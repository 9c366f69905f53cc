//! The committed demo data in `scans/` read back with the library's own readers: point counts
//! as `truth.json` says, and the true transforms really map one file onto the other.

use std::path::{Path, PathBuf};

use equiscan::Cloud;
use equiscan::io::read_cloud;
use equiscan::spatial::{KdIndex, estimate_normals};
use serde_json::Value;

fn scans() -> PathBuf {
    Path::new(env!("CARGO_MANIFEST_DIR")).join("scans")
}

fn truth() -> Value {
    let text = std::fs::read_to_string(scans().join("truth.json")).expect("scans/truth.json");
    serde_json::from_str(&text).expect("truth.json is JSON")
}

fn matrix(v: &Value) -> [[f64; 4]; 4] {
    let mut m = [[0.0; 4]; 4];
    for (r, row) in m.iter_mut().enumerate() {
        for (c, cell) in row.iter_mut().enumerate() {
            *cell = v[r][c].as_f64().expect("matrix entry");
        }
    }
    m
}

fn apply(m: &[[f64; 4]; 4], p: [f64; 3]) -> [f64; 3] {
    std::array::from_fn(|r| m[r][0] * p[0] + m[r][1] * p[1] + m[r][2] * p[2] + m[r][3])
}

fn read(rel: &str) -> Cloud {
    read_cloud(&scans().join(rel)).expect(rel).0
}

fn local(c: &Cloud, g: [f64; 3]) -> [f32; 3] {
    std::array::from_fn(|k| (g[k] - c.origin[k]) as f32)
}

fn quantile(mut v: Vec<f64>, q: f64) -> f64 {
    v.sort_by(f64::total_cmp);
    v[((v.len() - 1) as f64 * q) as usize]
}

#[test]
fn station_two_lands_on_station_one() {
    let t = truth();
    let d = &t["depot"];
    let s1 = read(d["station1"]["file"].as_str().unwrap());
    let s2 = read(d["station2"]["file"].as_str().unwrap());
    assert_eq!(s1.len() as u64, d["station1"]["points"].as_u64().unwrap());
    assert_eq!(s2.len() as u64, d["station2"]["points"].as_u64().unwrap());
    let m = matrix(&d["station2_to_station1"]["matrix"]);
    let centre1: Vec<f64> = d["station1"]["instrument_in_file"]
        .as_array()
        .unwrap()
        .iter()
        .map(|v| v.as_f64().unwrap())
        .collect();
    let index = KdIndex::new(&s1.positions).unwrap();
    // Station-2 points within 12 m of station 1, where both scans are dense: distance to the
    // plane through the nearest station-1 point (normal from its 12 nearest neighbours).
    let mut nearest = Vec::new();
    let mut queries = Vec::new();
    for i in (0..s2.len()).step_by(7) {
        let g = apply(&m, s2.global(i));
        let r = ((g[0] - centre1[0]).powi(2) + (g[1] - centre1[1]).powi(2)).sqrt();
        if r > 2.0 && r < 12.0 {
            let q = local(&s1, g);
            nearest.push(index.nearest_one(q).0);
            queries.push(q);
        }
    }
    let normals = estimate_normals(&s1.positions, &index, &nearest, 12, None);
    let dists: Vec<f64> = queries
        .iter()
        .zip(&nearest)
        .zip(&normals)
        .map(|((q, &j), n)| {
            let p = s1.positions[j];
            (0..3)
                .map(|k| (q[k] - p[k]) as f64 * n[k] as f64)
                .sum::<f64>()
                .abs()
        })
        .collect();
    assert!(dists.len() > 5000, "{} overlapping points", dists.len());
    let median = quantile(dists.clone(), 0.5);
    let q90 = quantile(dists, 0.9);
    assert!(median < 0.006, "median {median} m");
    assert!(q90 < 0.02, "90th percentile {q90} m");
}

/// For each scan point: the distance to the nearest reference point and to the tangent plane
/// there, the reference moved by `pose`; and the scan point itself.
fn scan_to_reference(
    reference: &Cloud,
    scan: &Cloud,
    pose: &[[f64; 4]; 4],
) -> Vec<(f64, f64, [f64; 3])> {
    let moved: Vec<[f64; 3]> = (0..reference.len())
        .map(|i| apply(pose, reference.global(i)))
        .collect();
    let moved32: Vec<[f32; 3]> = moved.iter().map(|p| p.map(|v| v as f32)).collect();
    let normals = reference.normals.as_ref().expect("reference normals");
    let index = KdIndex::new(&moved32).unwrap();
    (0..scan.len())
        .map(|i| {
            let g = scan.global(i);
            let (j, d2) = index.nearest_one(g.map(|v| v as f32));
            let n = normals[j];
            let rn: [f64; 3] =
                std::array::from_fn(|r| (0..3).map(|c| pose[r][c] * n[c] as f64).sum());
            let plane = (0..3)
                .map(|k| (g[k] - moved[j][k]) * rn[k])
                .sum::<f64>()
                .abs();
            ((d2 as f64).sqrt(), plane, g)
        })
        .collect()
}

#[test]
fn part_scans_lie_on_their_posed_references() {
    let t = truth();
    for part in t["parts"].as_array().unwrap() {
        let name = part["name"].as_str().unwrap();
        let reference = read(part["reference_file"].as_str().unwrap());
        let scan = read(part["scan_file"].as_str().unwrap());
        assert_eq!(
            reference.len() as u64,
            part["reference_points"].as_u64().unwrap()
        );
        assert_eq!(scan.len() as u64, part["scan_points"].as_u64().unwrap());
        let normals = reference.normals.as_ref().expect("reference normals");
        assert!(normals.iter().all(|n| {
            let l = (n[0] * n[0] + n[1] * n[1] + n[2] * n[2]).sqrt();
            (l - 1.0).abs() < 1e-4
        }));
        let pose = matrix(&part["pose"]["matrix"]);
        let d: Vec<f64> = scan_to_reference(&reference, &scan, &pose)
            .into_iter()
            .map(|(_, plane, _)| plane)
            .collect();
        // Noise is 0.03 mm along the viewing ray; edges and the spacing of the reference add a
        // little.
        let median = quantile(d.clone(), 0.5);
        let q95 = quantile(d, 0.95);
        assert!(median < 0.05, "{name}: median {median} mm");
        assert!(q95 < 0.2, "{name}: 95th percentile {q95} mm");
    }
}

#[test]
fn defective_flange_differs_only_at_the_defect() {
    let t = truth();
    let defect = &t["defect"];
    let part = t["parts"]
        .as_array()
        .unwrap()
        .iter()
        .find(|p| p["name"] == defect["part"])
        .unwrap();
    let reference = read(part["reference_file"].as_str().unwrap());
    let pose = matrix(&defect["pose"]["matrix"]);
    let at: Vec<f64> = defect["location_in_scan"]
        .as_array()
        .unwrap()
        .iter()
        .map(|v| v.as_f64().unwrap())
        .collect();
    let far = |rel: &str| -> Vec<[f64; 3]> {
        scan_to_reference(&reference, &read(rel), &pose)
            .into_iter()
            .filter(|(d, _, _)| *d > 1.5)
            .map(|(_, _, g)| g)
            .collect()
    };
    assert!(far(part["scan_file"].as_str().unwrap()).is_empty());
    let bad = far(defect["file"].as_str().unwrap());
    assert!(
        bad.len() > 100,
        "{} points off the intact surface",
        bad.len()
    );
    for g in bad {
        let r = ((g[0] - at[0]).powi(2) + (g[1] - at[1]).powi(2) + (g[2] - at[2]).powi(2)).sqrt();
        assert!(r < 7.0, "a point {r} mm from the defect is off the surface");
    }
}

——

- [YOUR INSTRUCTIONS] Write the records again exactly as they stand.

- [TASK ANSWER]
repository 9c366f69905f53cc
//! The committed demo data in `scans/` read back with the library's own readers: point counts
//! as `truth.json` says, and the true transforms really map one file onto the other.

use std::path::{Path, PathBuf};

use equiscan::Cloud;
use equiscan::io::read_cloud;
use equiscan::spatial::{KdIndex, estimate_normals};
use serde_json::Value;

fn scans() -> PathBuf {
    Path::new(env!("CARGO_MANIFEST_DIR")).join("scans")
}

fn truth() -> Value {
    let text = std::fs::read_to_string(scans().join("truth.json")).expect("scans/truth.json");
    serde_json::from_str(&text).expect("truth.json is JSON")
}

fn matrix(v: &Value) -> [[f64; 4]; 4] {
    let mut m = [[0.0; 4]; 4];
    for (r, row) in m.iter_mut().enumerate() {
        for (c, cell) in row.iter_mut().enumerate() {
            *cell = v[r][c].as_f64().expect("matrix entry");
        }
    }
    m
}

fn apply(m: &[[f64; 4]; 4], p: [f64; 3]) -> [f64; 3] {
    std::array::from_fn(|r| m[r][0] * p[0] + m[r][1] * p[1] + m[r][2] * p[2] + m[r][3])
}

fn read(rel: &str) -> Cloud {
    read_cloud(&scans().join(rel)).expect(rel).0
}

fn local(c: &Cloud, g: [f64; 3]) -> [f32; 3] {
    std::array::from_fn(|k| (g[k] - c.origin[k]) as f32)
}

fn quantile(mut v: Vec<f64>, q: f64) -> f64 {
    v.sort_by(f64::total_cmp);
    v[((v.len() - 1) as f64 * q) as usize]
}

#[test]
fn station_two_lands_on_station_one() {
    let t = truth();
    let d = &t["depot"];
    let s1 = read(d["station1"]["file"].as_str().unwrap());
    let s2 = read(d["station2"]["file"].as_str().unwrap());
    assert_eq!(s1.len() as u64, d["station1"]["points"].as_u64().unwrap());
    assert_eq!(s2.len() as u64, d["station2"]["points"].as_u64().unwrap());
    let m = matrix(&d["station2_to_station1"]["matrix"]);
    let centre1: Vec<f64> = d["station1"]["instrument_in_file"]
        .as_array()
        .unwrap()
        .iter()
        .map(|v| v.as_f64().unwrap())
        .collect();
    let index = KdIndex::new(&s1.positions).unwrap();
    // Station-2 points within 12 m of station 1, where both scans are dense: distance to the
    // plane through the nearest station-1 point (normal from its 12 nearest neighbours).
    let mut nearest = Vec::new();
    let mut queries = Vec::new();
    for i in (0..s2.len()).step_by(7) {
        let g = apply(&m, s2.global(i));
        let r = ((g[0] - centre1[0]).powi(2) + (g[1] - centre1[1]).powi(2)).sqrt();
        if r > 2.0 && r < 12.0 {
            let q = local(&s1, g);
            nearest.push(index.nearest_one(q).0);
            queries.push(q);
        }
    }
    let normals = estimate_normals(&s1.positions, &index, &nearest, 12, None);
    let dists: Vec<f64> = queries
        .iter()
        .zip(&nearest)
        .zip(&normals)
        .map(|((q, &j), n)| {
            let p = s1.positions[j];
            (0..3)
                .map(|k| (q[k] - p[k]) as f64 * n[k] as f64)
                .sum::<f64>()
                .abs()
        })
        .collect();
    assert!(dists.len() > 5000, "{} overlapping points", dists.len());
    let median = quantile(dists.clone(), 0.5);
    let q90 = quantile(dists, 0.9);
    assert!(median < 0.006, "median {median} m");
    assert!(q90 < 0.02, "90th percentile {q90} m");
}

/// For each scan point: the distance to the nearest reference point and to the tangent plane
/// there, the reference moved by `pose`; and the scan point itself.
fn scan_to_reference(
    reference: &Cloud,
    scan: &Cloud,
    pose: &[[f64; 4]; 4],
) -> Vec<(f64, f64, [f64; 3])> {
    let moved: Vec<[f64; 3]> = (0..reference.len())
        .map(|i| apply(pose, reference.global(i)))
        .collect();
    let moved32: Vec<[f32; 3]> = moved.iter().map(|p| p.map(|v| v as f32)).collect();
    let normals = reference.normals.as_ref().expect("reference normals");
    let index = KdIndex::new(&moved32).unwrap();
    (0..scan.len())
        .map(|i| {
            let g = scan.global(i);
            let (j, d2) = index.nearest_one(g.map(|v| v as f32));
            let n = normals[j];
            let rn: [f64; 3] =
                std::array::from_fn(|r| (0..3).map(|c| pose[r][c] * n[c] as f64).sum());
            let plane = (0..3)
                .map(|k| (g[k] - moved[j][k]) * rn[k])
                .sum::<f64>()
                .abs();
            ((d2 as f64).sqrt(), plane, g)
        })
        .collect()
}

#[test]
fn part_scans_lie_on_their_posed_references() {
    let t = truth();
    for part in t["parts"].as_array().unwrap() {
        let name = part["name"].as_str().unwrap();
        let reference = read(part["reference_file"].as_str().unwrap());
        let scan = read(part["scan_file"].as_str().unwrap());
        assert_eq!(
            reference.len() as u64,
            part["reference_points"].as_u64().unwrap()
        );
        assert_eq!(scan.len() as u64, part["scan_points"].as_u64().unwrap());
        let normals = reference.normals.as_ref().expect("reference normals");
        assert!(normals.iter().all(|n| {
            let l = (n[0] * n[0] + n[1] * n[1] + n[2] * n[2]).sqrt();
            (l - 1.0).abs() < 1e-4
        }));
        let pose = matrix(&part["pose"]["matrix"]);
        let d: Vec<f64> = scan_to_reference(&reference, &scan, &pose)
            .into_iter()
            .map(|(_, plane, _)| plane)
            .collect();
        // Noise is 0.03 mm along the viewing ray; edges and the spacing of the reference add a
        // little.
        let median = quantile(d.clone(), 0.5);
        let q95 = quantile(d, 0.95);
        assert!(median < 0.05, "{name}: median {median} mm");
        assert!(q95 < 0.2, "{name}: 95th percentile {q95} mm");
    }
}

#[test]
fn defective_flange_differs_only_at_the_defect() {
    let t = truth();
    let defect = &t["defect"];
    let part = t["parts"]
        .as_array()
        .unwrap()
        .iter()
        .find(|p| p["name"] == defect["part"])
        .unwrap();
    let reference = read(part["reference_file"].as_str().unwrap());
    let pose = matrix(&defect["pose"]["matrix"]);
    let at: Vec<f64> = defect["location_in_scan"]
        .as_array()
        .unwrap()
        .iter()
        .map(|v| v.as_f64().unwrap())
        .collect();
    let far = |rel: &str| -> Vec<[f64; 3]> {
        scan_to_reference(&reference, &read(rel), &pose)
            .into_iter()
            .filter(|(d, _, _)| *d > 1.5)
            .map(|(_, _, g)| g)
            .collect()
    };
    assert!(far(part["scan_file"].as_str().unwrap()).is_empty());
    let bad = far(defect["file"].as_str().unwrap());
    assert!(
        bad.len() > 100,
        "{} points off the intact surface",
        bad.len()
    );
    for g in bad {
        let r = ((g[0] - at[0]).powi(2) + (g[1] - at[1]).powi(2) + (g[2] - at[2]).powi(2)).sqrt();
        assert!(r < 7.0, "a point {r} mm from the defect is off the surface");
    }
}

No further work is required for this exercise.